## [Exercise aim]
Exact reproduction is needed for the lines from the one with "signedVolume(m)" to the end of the listing below, and for no other lines.

## [Exercise material]
+ + + + + + +
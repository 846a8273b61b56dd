package mesh

import (
	"context"
	"fmt"
	"os"
	"testing"
	"time"
)

func TestZZStages(t *testing.T) {
	for _, name := range []string{"ordered", "scattered"} {
		p := "/tmp/tapersweep-loadbench1386992031/" + name + ".stl"
		for range 2 {
			f, size, _ := OpenInput(p, 0)
			head := make([]byte, 2048)
			f.Read(head)
			f.Seek(0, 0)
			rd := &stlReader{ctx: context.Background(), name: p, scale: 1, r: f, size: size}
			t0 := time.Now()
			rd.readBinary(head)
			t1 := time.Now()
			rd.checkOutliers()
			t2 := time.Now()
			first := firstOccurrences(rd.corners)
			t3 := time.Now()
			_ = first
			m := weld(rd.corners, 0, weldRelTol)
			t4 := time.Now()
			keep := 0
			for i := range m.Triangles {
				if !isDegenerate(m, i) {
					keep++
				}
			}
			t5 := time.Now()
			edgeCounts(m)
			t6 := time.Now()
			countShells(m)
			t7 := time.Now()
			signedVolume(m)
			t8 := time.Now()
			f.Close()
			fmt.Fprintf(os.Stderr, "%s read %v outl %v first %v weld(all) %v degen %v edges %v shells %v vol %v\n", name,
				t1.Sub(t0).Round(time.Millisecond), t2.Sub(t1).Round(time.Millisecond), t3.Sub(t2).Round(time.Millisecond), t4.Sub(t3).Round(time.Millisecond),
				t5.Sub(t4).Round(time.Millisecond), t6.Sub(t5).Round(time.Millisecond), t7.Sub(t6).Round(time.Millisecond), t8.Sub(t7).Round(time.Millisecond))
		}
	}
}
+ + + + + + +
## [Expected answer]
			signedVolume(m)
			t8 := time.Now()
			f.Close()
			fmt.Fprintf(os.Stderr, "%s read %v outl %v first %v weld(all) %v degen %v edges %v shells %v vol %v\n", name,
				t1.Sub(t0).Round(time.Millisecond), t2.Sub(t1).Round(time.Millisecond), t3.Sub(t2).Round(time.Millisecond), t4.Sub(t3).Round(time.Millisecond),
				t5.Sub(t4).Round(time.Millisecond), t6.Sub(t5).Round(time.Millisecond), t7.Sub(t6).Round(time.Millisecond), t8.Sub(t7).Round(time.Millisecond))
		}
	}
}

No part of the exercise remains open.